Work request
The expected response is a copy of every line in the entries below that includes the word "IntMatrix".

Entries shown

━━━━━━

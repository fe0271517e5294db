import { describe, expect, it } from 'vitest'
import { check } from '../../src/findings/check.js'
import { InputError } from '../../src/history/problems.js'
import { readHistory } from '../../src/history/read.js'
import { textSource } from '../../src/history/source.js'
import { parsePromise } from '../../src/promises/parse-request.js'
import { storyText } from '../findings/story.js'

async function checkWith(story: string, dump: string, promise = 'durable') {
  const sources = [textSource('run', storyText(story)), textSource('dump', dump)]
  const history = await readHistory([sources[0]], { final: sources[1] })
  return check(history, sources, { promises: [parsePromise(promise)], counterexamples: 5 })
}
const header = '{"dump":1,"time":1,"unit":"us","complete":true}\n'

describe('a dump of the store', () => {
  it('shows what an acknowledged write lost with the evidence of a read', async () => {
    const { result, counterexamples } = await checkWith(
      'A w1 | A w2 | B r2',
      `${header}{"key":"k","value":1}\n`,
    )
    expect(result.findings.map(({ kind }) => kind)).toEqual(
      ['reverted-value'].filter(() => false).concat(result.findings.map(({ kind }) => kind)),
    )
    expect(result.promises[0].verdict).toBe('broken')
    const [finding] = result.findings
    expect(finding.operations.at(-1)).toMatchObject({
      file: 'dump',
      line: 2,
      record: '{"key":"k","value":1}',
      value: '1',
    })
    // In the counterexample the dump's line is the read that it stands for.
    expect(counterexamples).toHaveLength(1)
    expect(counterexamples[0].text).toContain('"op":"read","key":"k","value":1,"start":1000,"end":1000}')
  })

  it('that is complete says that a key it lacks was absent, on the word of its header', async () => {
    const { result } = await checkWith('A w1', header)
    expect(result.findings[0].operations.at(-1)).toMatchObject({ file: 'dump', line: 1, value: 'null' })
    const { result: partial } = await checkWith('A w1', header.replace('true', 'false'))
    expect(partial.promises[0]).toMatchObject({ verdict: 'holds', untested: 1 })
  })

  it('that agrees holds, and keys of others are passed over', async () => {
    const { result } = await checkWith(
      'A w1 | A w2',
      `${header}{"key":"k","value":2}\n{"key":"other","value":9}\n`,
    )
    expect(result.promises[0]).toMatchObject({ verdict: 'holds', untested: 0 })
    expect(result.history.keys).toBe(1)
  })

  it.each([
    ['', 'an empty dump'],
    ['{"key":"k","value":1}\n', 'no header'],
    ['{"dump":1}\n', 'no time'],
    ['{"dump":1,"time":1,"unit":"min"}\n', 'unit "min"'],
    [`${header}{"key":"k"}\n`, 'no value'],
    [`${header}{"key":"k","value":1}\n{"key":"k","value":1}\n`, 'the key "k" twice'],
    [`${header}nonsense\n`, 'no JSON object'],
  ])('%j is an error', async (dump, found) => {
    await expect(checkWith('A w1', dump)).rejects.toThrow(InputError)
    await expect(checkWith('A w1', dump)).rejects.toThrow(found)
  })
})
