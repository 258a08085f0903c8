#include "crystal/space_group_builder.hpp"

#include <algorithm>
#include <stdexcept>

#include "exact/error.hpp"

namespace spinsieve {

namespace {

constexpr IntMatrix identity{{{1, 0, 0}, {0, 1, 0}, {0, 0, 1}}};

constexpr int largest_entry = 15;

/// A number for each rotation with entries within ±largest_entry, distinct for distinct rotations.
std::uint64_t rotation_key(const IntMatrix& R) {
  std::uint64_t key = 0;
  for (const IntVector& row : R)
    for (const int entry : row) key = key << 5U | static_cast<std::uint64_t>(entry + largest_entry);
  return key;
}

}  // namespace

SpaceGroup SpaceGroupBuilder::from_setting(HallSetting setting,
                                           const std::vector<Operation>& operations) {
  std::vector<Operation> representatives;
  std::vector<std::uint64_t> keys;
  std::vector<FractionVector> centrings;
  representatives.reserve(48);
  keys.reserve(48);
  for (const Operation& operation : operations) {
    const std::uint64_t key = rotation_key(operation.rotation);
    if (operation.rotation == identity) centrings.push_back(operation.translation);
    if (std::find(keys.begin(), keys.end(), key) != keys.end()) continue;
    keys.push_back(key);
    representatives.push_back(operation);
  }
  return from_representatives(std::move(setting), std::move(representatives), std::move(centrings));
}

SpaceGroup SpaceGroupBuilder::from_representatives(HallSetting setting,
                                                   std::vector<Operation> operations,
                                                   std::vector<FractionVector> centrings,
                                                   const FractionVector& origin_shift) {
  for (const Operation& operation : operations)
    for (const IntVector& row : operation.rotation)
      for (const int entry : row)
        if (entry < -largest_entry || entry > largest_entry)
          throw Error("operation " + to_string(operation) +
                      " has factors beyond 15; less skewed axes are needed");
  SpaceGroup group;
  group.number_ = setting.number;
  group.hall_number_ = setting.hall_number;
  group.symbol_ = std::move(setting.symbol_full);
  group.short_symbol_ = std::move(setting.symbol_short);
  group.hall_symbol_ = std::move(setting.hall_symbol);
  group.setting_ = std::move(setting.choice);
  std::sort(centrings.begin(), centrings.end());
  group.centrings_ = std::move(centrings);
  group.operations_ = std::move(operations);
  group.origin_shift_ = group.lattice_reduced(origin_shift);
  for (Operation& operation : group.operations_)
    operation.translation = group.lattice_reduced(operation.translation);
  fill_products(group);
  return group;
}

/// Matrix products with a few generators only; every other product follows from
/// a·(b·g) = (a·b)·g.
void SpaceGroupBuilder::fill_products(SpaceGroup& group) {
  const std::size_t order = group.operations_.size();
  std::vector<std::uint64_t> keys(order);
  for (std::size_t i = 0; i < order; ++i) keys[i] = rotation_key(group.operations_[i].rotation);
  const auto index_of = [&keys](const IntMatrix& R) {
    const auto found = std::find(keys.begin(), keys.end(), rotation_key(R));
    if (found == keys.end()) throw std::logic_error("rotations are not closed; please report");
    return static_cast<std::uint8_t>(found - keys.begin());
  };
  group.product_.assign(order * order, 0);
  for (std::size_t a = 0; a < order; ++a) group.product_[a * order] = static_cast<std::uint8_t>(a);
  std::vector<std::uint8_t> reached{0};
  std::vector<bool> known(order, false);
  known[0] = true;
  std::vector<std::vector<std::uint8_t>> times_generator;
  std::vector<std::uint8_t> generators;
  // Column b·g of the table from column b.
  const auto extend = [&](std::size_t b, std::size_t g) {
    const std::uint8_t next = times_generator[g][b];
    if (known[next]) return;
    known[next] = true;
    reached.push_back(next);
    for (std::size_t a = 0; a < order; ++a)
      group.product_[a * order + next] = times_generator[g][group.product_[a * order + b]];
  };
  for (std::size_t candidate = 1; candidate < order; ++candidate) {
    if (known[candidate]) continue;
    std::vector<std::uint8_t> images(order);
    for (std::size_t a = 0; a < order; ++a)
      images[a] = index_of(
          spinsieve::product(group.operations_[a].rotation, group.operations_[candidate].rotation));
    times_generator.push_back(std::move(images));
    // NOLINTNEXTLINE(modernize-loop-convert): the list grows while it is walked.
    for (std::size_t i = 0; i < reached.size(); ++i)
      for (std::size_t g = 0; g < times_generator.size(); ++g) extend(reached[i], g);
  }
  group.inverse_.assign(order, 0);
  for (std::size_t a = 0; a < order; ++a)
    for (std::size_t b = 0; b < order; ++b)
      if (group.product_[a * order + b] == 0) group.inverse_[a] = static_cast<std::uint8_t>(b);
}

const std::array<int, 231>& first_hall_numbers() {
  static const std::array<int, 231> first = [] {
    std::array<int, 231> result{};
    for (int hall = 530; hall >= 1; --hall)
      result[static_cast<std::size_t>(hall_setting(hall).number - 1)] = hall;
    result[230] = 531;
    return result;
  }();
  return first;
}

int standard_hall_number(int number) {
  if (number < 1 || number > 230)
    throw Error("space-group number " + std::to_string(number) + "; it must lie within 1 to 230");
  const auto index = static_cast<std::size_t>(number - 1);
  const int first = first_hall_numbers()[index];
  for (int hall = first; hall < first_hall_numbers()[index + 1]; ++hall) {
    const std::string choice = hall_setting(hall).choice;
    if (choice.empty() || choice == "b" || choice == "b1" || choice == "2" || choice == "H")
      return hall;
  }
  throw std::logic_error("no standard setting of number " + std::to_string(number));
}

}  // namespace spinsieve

━━━━━━

Answer to this task
constexpr IntMatrix identity{{{1, 0, 0}, {0, 1, 0}, {0, 0, 1}}};
std::uint64_t rotation_key(const IntMatrix& R) {
  const auto index_of = [&keys](const IntMatrix& R) {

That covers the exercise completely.